I heard a scary fact recently, clothing is the 4th contributor to global warming after transport, energy and food. What the F? How is that possible? I can understand the other sectors being top offenders, we all constantly use energy, we need food everyday and we all know how bad diesel cars and flying is for the planet. But clothes, I don’t feel like that can be justified.

The good news is that a lot of fashion brands are jumping on board with the Green Is The New Black trend. It’s cool to be green, and who more than the fashion industry want to be cool? And kindly illustrating my point: the first Green Carpet fashion awards happened in September 2017.

There is still a long way to go however. There are many ways to tackle the disastrous effects that the clothing industry is having on the planet. Seeing the ecological fabrics that are being developed is fascinating, but realistically, it doesn’t matter how green a dress is. If you will only wear it once and then keep it in your wardrobe forever, it is still a massive waste of energy and resources.

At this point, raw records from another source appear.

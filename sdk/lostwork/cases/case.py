"""A case: a plant written down in a TOML file, to be audited under any backend."""

from __future__ import annotations

from collections.abc import Mapping
from functools import cached_property
from pathlib import Path
from types import MappingProxyType
from typing import Any

from lostwork.accounting.audit import Audit, Finding
from lostwork.accounting.balance import Balance
from lostwork.accounting.flows import Content, Stream
from lostwork.accounting.surroundings import Surroundings
from lostwork.cases.building import Built, Report, build, read_surroundings
from lostwork.cases.layout import Layout, read_layout
from lostwork.cases.problems import Problems
from lostwork.cases.text import read_text, tables
from lostwork.cases.wiring import Wiring, wire
from lostwork.errors import LostworkError, OutOfLimits, QuantityError
from lostwork.plugins import plugins
from lostwork.processes.contract import Process
from lostwork.properties.fluid import Fluid

__all__ = ["Case"]


class Case:
    """A plant as a case file describes it; it cannot be changed.

    Made by `read` or `parse`, which check tables, fields and references.  Fluids are opened and
    steps solved when they are first asked for, so that a case can be put under another backend
    where its own is not installed.
    """

    __slots__ = ("__dict__", "_backend", "_layout", "_wiring", "file", "surroundings")

    file: str
    """The path, or the name given, for messages."""
    surroundings: Surroundings
    """T0 and p0."""
    _layout: Layout
    _wiring: Wiring
    _backend: str | None

    def __init__(
        self,
        layout: Layout,
        wiring: Wiring,
        surroundings: Surroundings,
        *,
        file: str,
        backend: str | None = None,
    ) -> None:
        for name, value in (
            ("_layout", layout),
            ("_wiring", wiring),
            ("_backend", backend),
            ("surroundings", surroundings),
            ("file", file),
        ):
            object.__setattr__(self, name, value)

    def __setattr__(self, name: str, value: object) -> None:
        raise AttributeError(f"a Case cannot be changed: {name}")

    @classmethod
    def read(cls, path: str | Path) -> Case:
        """Read a case file.

        Raises
        ------
        CaseError
            The file cannot be read, or what it says is wrong; every problem with its table and
            field.
        """
        return cls.parse(read_text(path), name=str(path))

    @classmethod
    def parse(cls, text: str, *, name: str = "case") -> Case:
        """Read a case from a text; `name` stands for the file in messages.

        Raises
        ------
        CaseError
            What it says is wrong; every problem with its table and field.
        CircularReference
            Steps feed each other in a circle.
        """
        layout = read_layout(tables(text, name), name)
        wiring = wire(layout, name)
        return cls(layout, wiring, read_surroundings(layout, name), file=name)

    def with_backend(self, backend: str) -> Case:
        """Give the same case with every fluid behind another backend.

        A fluid that names an alternative in `instead_of` for this backend takes that one.

        Raises
        ------
        PluginNotFound, PluginClash
            No such backend is installed.
        """
        plugins().backend(backend)
        return Case(self._layout, self._wiring, self.surroundings, file=self.file, backend=backend)

    @property
    def title(self) -> str:
        """Title, or the name of the file."""
        return self._layout.case.title or Path(self.file).stem

    @property
    def note(self) -> str:
        """What the author wants the reader to know."""
        return self._layout.case.note

    @property
    def fluids(self) -> Mapping[str, Fluid]:
        """Fluids by name."""
        return MappingProxyType(dict(self._built.fluids))

    @property
    def streams(self) -> Mapping[str, Stream]:
        """The streams the case states, by name."""
        return MappingProxyType(dict(self._built.streams))

    @property
    def charges(self) -> Mapping[str, Content]:
        """The charges the case states, by name."""
        return MappingProxyType(dict(self._built.charges))

    @property
    def steps(self) -> Mapping[str, Process]:
        """Solved steps by name, in the order of the file."""
        built = self._built.steps
        return MappingProxyType({name: built[name] for name in self._layout.steps})

    @property
    def step_names(self) -> tuple[str, ...]:
        """Names of the steps in the order of the file; nothing is solved."""
        return tuple(self._layout.steps)

    def audit(self, progress: Report | None = None) -> Audit:
        """Solve every step and draw the balances, of each and around all.

        Parameters
        ----------
        progress
            Called with how many parts are done, how many there are, and what comes next.

        Raises
        ------
        CaseError
            Fluids, states or steps cannot be made as described.
        InternalDisagreement
            Two routes to one figure disagree: a defect, not a mistake in the case.
        """
        if "_built" not in self.__dict__:
            self.__dict__["_built"] = self._build(progress)
        balances = self._balances()
        problems = Problems(self.file)
        try:
            return Audit(
                balances,
                agreement=self._layout.case.agreement,
                joined=self._built.joined,
                remarks=self._remarks(),
            )
        except (QuantityError, OutOfLimits) as error:
            problems.wrap("case", error, fields=("agreement",))
            raise problems.error() from error
        except LostworkError as error:
            problems.wrap("steps", error)
            raise problems.error() from error

    def _balances(self) -> list[Balance]:
        problems = Problems(self.file)
        balances: list[Balance] = []
        for name, step in self.steps.items():
            try:
                balance = step.balance(self.surroundings)
                _ = balance.verdict
            except LostworkError as error:
                problems.wrap(f"steps.{name}", error)
            else:
                balances.append(balance)
        problems.require_none()
        return balances

    @cached_property
    def _built(self) -> Built:
        return self._build(None)

    def _build(self, progress: Report | None) -> Built:
        return build(
            self._layout,
            self._wiring,
            self.surroundings,
            file=self.file,
            backend=self._backend,
            report=progress,
        )

    def _remarks(self) -> list[Finding]:
        unused = [
            Finding(step="", check="case", text=f"{name!r} is stated and enters no step")
            for name in self._wiring.unused
        ]
        return unused + self._notes()

    def _notes(self) -> list[Finding]:
        """What the backends say of their fluids, each remark once for all it concerns."""
        concerned: dict[str, list[str]] = {}
        for name, fluid in self._built.fluids.items():
            for note in fluid.notes:
                concerned.setdefault(note, []).append(name)
        return [
            Finding(step="", check=f"fluid {', '.join(names)}", text=note)
            for note, names in concerned.items()
        ]

    def __repr__(self) -> str:
        backend = f", backend={self._backend!r}" if self._backend else ""
        return f"Case({self.file!r}{backend}: {len(self._layout.steps)} steps)"

    def __reduce__(self) -> tuple[Any, ...]:
        return _restored, (
            self._layout,
            self._wiring,
            self.surroundings,
            self.file,
            self._backend,
        )


def _restored(
    layout: Layout, wiring: Wiring, surroundings: Surroundings, file: str, backend: str | None
) -> Case:
    return Case(layout, wiring, surroundings, file=file, backend=backend)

I think as consumers we must accept at least some of the responsibility, and change our habits. It is unnecessary to own twenty pairs of jeans. How many different types of jeans can there be? How many of those do you really wear? The buzz term “capsule wardrobe” has been thrown around in recent years, but it makes a lot of sense. If I own less items, but I know they are good quality and fit me well, not only do I help save the planet, but I save precious snooze time in the morning when picking what to wear.

Clothing companies also need to take more responsibility. Many are already getting on board with alternative materials like Stella McCartney, and encouraging us to close the loop and recycle our fabrics in their shops, like H&M. But ultimately they have a profit to make. And to do that, they are still happy to bombard us with messages of how our lives are incomplete without this latest trend. The reality is, we simply can’t keep producing this volume of garments.

I think it’s brilliant that a lot of fashion icons are championing greener brands, but really, the greenest thing they could do is actually wear the same thing twice, and encourage others to do the same. If a dress is so beautiful, only wearing it once is a crime anyway.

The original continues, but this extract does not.